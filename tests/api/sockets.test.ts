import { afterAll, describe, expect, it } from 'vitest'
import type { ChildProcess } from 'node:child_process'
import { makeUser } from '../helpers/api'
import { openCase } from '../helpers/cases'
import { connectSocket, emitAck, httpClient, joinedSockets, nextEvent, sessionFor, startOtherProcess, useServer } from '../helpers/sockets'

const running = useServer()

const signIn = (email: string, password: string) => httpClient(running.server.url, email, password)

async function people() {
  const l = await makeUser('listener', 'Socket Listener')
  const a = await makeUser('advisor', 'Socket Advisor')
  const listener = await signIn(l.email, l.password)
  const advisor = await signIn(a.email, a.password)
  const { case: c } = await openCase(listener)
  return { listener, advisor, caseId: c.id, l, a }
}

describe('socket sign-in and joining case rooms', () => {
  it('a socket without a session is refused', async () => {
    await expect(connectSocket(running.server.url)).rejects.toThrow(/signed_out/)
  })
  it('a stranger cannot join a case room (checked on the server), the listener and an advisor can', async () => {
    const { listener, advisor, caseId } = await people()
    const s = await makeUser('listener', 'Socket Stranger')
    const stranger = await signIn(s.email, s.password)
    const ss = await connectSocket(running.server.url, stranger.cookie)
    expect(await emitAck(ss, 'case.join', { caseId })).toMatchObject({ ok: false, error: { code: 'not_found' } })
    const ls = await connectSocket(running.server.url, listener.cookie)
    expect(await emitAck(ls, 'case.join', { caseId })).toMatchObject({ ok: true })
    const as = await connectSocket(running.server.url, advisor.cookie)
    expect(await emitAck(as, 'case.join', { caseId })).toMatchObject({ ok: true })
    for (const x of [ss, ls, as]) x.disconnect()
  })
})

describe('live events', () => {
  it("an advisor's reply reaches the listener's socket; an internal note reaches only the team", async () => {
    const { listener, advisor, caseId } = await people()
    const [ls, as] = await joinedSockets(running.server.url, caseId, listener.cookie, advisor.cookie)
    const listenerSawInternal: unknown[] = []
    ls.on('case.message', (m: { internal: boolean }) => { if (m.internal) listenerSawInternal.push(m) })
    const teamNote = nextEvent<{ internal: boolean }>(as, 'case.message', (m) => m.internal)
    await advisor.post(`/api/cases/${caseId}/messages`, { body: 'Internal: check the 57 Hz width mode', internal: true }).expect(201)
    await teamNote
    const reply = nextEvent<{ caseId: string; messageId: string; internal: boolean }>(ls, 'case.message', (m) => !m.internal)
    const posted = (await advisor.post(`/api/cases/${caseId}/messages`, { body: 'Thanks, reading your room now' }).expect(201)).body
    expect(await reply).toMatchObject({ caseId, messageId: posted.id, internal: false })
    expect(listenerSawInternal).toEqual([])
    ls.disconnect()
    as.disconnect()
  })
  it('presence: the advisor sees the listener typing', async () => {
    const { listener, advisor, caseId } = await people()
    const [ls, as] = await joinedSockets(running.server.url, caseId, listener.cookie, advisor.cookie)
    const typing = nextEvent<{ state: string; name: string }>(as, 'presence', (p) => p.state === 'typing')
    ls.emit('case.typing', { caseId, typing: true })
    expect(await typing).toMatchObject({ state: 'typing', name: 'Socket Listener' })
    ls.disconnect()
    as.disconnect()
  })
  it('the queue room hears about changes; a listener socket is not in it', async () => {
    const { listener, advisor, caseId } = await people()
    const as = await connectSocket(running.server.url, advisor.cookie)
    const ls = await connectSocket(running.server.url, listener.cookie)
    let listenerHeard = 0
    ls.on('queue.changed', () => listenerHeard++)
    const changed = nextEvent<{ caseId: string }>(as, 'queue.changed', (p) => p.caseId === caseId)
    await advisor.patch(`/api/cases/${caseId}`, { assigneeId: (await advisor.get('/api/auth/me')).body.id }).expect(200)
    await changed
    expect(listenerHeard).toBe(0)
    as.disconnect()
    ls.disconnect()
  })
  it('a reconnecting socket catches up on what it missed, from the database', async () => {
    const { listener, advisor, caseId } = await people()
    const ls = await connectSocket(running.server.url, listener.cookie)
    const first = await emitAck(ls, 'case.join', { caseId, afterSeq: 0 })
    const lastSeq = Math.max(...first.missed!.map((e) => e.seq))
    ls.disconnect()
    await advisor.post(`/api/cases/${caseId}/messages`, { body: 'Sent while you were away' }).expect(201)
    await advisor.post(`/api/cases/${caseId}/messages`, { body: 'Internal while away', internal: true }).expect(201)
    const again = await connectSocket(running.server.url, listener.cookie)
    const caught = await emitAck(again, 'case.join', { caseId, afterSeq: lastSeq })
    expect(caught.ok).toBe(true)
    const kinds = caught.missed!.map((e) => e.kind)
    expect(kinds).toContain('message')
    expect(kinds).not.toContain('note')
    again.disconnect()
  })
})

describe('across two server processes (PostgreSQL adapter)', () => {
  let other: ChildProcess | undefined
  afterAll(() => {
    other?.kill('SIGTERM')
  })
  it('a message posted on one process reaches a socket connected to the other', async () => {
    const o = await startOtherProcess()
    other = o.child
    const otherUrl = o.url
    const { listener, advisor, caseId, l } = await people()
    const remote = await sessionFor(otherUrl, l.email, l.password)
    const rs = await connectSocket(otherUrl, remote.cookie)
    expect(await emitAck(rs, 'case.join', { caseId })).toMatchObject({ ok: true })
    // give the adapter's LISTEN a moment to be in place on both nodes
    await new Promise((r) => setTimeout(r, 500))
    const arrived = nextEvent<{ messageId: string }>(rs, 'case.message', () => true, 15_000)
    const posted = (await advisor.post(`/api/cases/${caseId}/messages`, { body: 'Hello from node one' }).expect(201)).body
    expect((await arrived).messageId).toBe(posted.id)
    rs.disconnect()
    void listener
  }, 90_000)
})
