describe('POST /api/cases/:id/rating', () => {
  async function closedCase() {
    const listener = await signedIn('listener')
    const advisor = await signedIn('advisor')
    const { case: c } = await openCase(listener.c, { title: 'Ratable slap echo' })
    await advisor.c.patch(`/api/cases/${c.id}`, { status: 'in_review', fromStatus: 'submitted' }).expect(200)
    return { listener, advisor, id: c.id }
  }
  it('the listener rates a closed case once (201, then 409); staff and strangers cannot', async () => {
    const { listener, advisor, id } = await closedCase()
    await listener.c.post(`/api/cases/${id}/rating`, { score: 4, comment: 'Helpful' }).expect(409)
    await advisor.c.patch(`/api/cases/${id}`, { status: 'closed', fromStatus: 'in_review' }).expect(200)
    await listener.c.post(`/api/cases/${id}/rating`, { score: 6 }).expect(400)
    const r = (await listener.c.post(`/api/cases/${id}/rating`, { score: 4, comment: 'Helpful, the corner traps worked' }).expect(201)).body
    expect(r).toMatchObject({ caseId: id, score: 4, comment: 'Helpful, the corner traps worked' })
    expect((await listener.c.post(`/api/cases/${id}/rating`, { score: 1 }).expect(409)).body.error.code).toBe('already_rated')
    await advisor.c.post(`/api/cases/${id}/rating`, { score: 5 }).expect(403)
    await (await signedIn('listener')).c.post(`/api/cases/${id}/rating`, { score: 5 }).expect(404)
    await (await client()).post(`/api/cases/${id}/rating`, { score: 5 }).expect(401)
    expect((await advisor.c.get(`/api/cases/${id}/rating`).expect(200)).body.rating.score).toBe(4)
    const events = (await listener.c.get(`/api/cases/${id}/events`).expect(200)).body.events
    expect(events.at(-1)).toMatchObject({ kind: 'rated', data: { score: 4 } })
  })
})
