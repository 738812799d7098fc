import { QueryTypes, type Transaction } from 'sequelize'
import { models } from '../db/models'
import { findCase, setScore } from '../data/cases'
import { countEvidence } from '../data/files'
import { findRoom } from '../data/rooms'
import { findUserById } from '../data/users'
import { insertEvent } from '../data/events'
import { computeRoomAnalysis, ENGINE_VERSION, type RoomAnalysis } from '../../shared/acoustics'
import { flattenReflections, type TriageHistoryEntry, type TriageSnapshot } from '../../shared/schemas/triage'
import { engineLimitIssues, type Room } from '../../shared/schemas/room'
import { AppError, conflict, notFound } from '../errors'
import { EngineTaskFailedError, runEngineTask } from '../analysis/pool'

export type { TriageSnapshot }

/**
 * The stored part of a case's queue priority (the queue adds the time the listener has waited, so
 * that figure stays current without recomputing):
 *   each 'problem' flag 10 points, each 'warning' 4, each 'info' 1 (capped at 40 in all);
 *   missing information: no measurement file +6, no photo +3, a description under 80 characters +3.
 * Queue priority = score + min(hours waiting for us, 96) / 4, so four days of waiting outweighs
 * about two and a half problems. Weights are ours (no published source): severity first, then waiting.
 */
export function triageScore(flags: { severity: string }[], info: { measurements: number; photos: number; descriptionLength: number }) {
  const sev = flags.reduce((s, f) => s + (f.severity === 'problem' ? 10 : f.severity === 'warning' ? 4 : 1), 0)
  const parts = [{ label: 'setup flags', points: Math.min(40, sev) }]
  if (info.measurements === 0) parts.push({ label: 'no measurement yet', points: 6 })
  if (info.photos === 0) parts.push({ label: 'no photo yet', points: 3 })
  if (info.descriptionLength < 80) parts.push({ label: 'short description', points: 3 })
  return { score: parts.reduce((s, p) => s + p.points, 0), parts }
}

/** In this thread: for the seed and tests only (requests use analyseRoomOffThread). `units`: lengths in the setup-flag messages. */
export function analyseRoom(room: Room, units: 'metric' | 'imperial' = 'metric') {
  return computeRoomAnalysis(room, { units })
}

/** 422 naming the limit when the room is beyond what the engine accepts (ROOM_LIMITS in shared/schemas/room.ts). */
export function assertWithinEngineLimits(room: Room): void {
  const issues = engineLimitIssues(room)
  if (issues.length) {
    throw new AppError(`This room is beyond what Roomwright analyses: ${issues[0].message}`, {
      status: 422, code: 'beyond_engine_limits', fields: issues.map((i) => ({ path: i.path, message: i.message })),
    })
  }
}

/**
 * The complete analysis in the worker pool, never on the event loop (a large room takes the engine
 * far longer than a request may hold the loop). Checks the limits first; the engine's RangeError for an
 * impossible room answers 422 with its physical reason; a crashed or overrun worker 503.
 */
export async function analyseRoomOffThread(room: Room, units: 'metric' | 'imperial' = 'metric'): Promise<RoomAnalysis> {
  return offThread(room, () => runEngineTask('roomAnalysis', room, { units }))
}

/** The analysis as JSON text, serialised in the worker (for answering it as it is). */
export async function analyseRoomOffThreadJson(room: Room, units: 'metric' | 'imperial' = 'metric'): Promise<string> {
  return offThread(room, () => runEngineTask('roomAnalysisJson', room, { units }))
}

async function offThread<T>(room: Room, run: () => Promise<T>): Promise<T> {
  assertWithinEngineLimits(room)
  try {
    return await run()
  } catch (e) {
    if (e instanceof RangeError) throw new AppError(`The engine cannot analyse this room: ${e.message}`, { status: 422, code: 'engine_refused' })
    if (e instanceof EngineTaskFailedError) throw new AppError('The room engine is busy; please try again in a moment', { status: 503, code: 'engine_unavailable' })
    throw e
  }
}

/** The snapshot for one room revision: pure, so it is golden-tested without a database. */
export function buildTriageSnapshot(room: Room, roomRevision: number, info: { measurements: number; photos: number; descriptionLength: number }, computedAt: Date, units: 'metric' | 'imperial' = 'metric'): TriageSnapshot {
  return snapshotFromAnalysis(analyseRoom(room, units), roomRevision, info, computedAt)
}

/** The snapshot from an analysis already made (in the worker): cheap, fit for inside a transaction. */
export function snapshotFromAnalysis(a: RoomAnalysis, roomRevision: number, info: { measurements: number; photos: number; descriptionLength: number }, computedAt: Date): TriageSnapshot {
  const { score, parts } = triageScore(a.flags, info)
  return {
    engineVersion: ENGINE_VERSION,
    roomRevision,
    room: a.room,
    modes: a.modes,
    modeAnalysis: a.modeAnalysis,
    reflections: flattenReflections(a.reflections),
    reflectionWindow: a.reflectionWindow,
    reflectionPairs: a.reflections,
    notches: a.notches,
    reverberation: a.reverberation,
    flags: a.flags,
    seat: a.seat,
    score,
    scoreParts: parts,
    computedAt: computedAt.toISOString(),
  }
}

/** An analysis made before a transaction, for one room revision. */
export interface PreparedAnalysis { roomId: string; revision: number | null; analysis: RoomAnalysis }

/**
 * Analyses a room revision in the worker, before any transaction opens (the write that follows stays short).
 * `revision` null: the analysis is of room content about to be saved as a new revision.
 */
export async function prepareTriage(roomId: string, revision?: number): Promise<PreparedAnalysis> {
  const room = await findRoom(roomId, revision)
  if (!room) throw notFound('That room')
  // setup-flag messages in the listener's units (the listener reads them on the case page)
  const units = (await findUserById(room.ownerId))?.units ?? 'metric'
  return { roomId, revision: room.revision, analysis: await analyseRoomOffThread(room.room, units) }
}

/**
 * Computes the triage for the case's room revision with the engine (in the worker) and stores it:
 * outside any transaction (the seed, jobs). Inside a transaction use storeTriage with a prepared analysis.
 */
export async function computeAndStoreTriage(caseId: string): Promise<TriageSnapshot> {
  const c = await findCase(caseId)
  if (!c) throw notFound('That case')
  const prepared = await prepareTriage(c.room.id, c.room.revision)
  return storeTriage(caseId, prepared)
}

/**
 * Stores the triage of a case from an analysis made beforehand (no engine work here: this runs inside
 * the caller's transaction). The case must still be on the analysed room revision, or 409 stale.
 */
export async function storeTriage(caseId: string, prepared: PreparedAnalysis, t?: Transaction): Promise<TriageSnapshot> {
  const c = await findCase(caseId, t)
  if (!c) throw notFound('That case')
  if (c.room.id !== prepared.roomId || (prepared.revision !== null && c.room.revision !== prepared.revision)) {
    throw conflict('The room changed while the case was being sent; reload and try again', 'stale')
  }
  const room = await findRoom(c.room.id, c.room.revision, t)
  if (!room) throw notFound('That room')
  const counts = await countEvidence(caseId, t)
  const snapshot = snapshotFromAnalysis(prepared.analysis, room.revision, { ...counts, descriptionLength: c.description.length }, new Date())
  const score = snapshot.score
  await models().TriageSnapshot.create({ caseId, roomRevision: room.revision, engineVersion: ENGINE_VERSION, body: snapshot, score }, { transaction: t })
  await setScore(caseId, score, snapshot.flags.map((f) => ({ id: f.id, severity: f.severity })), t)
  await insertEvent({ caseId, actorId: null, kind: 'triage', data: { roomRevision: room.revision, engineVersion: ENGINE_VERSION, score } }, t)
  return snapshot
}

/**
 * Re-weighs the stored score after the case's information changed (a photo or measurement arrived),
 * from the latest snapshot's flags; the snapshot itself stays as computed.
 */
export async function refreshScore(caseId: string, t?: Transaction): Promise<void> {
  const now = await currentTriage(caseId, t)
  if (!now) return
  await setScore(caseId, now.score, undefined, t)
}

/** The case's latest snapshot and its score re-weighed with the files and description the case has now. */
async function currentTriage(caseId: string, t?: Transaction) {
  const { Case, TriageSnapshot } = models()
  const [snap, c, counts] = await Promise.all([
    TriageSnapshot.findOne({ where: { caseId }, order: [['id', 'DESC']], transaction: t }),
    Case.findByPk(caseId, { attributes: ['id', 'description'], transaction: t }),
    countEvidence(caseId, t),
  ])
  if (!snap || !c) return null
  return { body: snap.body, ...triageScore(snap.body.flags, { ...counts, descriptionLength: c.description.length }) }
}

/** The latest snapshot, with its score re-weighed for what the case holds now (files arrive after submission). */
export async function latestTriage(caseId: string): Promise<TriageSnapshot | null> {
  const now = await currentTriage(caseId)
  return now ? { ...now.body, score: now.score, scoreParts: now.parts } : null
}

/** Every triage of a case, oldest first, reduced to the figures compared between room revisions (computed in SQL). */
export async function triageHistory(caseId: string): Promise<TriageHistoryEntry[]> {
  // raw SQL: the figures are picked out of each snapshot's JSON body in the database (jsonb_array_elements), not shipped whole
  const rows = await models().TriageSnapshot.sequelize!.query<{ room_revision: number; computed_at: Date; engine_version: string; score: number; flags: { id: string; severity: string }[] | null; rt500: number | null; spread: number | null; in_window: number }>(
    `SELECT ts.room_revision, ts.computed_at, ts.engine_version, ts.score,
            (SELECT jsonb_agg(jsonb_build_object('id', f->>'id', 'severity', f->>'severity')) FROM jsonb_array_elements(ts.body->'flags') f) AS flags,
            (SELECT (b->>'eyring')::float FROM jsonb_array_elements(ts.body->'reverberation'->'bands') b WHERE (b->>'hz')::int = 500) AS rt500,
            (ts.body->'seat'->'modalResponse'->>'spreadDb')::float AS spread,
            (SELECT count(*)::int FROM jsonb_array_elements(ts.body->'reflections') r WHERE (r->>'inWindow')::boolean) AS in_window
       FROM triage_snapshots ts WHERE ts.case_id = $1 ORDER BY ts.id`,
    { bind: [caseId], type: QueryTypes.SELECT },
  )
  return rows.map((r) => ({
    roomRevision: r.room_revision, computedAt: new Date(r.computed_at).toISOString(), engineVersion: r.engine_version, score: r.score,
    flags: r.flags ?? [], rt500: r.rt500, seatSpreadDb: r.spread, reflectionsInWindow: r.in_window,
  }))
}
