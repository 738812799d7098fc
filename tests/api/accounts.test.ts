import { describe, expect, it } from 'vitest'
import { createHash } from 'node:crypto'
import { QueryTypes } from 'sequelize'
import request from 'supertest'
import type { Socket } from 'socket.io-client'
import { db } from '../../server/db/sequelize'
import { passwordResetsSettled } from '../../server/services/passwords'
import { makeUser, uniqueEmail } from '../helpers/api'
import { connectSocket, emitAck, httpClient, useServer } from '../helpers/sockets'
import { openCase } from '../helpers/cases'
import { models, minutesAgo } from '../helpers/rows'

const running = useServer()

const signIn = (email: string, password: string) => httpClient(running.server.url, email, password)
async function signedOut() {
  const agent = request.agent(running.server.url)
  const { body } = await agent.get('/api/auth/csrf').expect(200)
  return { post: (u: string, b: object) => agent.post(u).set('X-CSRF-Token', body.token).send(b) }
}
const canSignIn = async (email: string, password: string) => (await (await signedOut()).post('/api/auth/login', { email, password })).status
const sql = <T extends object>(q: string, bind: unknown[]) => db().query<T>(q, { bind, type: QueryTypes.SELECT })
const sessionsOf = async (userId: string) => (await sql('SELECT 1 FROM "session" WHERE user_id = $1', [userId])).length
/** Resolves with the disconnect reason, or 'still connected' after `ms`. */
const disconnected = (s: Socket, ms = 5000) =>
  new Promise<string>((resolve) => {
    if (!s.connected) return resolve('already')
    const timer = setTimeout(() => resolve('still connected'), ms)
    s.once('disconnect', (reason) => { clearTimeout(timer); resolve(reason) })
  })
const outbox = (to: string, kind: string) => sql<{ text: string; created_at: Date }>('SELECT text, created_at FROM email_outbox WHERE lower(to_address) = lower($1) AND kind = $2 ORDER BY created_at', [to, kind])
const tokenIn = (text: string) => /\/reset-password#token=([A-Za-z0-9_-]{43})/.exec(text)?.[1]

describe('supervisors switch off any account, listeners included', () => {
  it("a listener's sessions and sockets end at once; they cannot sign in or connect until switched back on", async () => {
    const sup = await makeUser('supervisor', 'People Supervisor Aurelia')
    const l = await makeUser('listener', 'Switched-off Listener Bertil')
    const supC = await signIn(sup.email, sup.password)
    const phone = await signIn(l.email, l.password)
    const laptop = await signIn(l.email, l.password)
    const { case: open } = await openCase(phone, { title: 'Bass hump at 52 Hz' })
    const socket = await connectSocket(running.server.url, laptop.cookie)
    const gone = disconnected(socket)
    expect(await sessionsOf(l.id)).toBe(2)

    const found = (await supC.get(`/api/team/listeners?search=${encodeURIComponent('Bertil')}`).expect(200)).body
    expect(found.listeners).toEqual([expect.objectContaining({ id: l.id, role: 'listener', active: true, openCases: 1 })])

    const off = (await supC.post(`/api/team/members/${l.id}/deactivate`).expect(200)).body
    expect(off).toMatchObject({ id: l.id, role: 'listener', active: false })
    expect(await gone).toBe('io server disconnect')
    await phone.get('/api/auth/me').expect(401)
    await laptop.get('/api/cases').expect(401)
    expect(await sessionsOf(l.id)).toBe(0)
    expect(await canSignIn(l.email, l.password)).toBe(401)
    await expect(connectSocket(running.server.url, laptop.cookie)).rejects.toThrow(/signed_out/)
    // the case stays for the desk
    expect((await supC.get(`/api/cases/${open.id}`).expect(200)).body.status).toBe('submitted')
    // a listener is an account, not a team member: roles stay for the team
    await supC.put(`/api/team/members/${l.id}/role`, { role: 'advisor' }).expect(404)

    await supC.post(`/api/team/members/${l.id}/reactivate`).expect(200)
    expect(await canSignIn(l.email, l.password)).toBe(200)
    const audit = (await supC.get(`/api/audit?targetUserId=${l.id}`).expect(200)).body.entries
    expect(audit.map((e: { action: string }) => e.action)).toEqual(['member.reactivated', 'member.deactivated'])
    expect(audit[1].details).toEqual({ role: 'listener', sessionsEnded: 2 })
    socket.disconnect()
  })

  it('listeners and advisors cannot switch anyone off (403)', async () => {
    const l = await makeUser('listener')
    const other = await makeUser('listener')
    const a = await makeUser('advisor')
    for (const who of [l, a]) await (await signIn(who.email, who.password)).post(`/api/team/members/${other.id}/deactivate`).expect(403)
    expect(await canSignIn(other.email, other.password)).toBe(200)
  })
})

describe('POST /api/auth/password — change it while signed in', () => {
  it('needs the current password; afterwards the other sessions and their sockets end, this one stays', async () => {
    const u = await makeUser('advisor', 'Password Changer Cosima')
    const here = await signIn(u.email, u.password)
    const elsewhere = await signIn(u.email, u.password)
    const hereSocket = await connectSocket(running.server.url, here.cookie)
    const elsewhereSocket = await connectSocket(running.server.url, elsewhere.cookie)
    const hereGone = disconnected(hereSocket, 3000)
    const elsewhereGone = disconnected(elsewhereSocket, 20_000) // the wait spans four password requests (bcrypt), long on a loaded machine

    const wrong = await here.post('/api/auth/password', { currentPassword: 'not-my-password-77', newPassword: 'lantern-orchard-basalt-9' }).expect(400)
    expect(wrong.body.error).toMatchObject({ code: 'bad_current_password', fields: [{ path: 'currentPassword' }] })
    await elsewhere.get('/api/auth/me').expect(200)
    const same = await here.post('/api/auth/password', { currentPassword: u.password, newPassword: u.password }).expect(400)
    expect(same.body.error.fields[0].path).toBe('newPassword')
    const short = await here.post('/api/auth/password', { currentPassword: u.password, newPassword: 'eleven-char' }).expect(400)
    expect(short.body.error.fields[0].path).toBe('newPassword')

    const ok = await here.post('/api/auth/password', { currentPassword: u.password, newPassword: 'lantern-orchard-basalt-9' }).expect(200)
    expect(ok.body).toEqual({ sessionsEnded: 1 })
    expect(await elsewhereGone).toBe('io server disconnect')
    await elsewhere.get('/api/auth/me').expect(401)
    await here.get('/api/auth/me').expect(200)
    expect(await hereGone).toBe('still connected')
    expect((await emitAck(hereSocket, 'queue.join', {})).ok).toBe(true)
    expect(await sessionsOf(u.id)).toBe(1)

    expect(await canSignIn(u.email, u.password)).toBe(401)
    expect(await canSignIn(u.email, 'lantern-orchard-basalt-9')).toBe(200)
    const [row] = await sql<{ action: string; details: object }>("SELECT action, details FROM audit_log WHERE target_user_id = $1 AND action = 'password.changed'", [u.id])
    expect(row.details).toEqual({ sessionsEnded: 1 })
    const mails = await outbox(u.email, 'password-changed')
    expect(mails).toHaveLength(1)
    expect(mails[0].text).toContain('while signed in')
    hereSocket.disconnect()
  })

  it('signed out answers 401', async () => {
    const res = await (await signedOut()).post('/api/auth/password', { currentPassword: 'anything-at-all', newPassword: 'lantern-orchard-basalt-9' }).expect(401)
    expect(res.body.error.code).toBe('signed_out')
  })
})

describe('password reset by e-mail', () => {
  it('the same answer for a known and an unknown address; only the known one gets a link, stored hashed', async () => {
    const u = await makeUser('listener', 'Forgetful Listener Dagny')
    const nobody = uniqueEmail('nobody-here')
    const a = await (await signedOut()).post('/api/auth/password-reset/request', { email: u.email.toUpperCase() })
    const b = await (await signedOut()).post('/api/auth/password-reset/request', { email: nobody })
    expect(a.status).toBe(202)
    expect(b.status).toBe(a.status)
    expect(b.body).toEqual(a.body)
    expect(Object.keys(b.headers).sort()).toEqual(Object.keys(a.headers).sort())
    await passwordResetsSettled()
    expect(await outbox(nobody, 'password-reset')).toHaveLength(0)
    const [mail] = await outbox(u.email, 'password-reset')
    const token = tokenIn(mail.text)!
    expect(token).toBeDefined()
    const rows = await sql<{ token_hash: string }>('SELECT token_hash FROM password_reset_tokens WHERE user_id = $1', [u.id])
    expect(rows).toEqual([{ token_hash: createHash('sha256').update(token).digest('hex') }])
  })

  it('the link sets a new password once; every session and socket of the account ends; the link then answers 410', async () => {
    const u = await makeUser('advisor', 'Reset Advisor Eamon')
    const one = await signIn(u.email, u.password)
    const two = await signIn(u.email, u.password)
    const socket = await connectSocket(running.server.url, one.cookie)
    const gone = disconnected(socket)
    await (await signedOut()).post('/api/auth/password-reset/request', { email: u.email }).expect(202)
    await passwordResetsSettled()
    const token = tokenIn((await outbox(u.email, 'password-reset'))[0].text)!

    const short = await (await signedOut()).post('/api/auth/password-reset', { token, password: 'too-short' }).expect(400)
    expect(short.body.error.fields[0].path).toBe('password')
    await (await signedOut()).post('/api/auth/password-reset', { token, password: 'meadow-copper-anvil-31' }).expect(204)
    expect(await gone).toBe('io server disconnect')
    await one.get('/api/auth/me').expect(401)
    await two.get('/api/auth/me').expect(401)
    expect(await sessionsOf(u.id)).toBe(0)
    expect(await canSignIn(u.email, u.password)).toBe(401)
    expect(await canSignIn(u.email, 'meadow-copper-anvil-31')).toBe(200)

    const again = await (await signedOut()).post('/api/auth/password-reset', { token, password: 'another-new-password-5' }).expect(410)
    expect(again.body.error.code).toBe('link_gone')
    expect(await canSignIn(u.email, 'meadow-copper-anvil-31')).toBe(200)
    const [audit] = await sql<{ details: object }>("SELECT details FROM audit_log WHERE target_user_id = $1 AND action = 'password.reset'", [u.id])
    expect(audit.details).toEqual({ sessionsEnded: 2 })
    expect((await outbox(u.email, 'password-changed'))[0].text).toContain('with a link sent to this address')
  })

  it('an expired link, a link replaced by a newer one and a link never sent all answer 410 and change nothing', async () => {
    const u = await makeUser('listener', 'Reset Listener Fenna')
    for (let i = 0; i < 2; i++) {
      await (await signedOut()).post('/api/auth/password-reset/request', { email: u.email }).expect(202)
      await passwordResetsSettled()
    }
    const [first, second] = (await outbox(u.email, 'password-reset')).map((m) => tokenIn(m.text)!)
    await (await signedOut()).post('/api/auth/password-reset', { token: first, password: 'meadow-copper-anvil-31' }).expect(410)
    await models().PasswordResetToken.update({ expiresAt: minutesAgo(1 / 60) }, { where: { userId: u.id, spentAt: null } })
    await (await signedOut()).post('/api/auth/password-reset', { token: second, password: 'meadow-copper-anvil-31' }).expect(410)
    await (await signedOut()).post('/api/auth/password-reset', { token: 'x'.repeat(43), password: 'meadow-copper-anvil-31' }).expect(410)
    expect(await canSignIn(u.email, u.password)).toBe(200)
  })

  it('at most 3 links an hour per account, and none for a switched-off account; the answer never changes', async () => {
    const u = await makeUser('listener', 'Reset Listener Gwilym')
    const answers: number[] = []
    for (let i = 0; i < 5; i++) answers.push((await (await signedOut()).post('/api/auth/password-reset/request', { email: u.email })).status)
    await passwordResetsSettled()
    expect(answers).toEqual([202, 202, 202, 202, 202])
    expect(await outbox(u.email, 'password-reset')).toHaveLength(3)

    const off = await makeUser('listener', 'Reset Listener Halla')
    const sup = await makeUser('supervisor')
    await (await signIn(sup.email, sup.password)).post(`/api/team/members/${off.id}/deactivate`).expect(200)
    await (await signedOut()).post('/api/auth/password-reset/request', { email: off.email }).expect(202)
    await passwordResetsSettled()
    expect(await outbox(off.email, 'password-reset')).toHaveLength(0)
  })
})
· · · · ·
--- Exercise instructions ---
Reproduce word for word the material above, starting with the line that has "it('the queue room" and stopping after the line that has "assigneeId: (await advisor.get('/api/auth/me')).body.id".

--- Response area ---
  it('the queue room hears about changes; a listener socket is not in it', async () => {
    const { listener, advisor, caseId } = await people()
    const as = await connectSocket(running.server.url, advisor.cookie)
    const ls = await connectSocket(running.server.url, listener.cookie)
    let listenerHeard = 0
    ls.on('queue.changed', () => listenerHeard++)
    const changed = nextEvent<{ caseId: string }>(as, 'queue.changed', (p) => p.caseId === caseId)
    await advisor.patch(`/api/cases/${caseId}`, { assigneeId: (await advisor.get('/api/auth/me')).body.id }).expect(200)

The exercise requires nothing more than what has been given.